*** Data supplied ***

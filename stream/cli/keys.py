"""The outputs of a keyed run in the operator commands: ``--key KEY`` on each view, and
``sapwood keys`` listing the keys."""

from __future__ import annotations

import functools
from typing import Callable

import click

from .output import echo


def key_option(*names: str) -> Callable:
    """``--key KEY``: the command's path parameters ``names`` (a path, a tuple of paths
    or None) are read as that key's, when they are a keyed run's outputs."""
    def decorate(command: Callable) -> Callable:
        @click.option("--key", default=None, metavar="KEY",
                      help="With the outputs of a run with --by: the key whose tree to "
                           "show (see `sapwood keys`).")
        @functools.wraps(command)
        def wrapper(*args, key=None, **kw):
            from stream.views.keys import path_for_key

            for name in names:
                value = kw.get(name)
                if isinstance(value, tuple):
                    kw[name] = tuple(path_for_key(v, key) for v in value)
                elif value is not None:
                    kw[name] = path_for_key(value, key)
            return command(*args, **kw)
        return wrapper
    return decorate


@click.command("keys")
@click.argument("path", metavar="FOLDER")
@click.option("--json", "as_json", is_flag=True, help="The index as JSON.")
def keys(path, as_json) -> None:
    """List the keys of a run with --by: FOLDER is one of its output folders (the
    snapshot folder, or the folder of its summary, model or metrics)."""
    import json
    import os

    from stream.errors import ConfigError
    from stream.views.keys import keyed_home, keys_table, read_index

    home = keyed_home(path if os.path.isdir(path) else os.path.dirname(path) or ".")
    if home is None:
        raise ConfigError(f"{path!r} holds no index of keys (keys.json): it is not an "
                          f"output folder of a run with --by")
    index = read_index(home[0])
    if as_json:
        echo(json.dumps(index, indent=1))
        return
    echo(f"one tree per value of {index.get('by')!r} (target {index.get('target')!r}), "
         f"{len(index['keys']):,} keys")
    echo(keys_table(index))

*** End of Data supplied ***

» Task description: Reproduce every line from the entries that holds the word "functools".

» Answer space:
import functools
        @functools.wraps(command)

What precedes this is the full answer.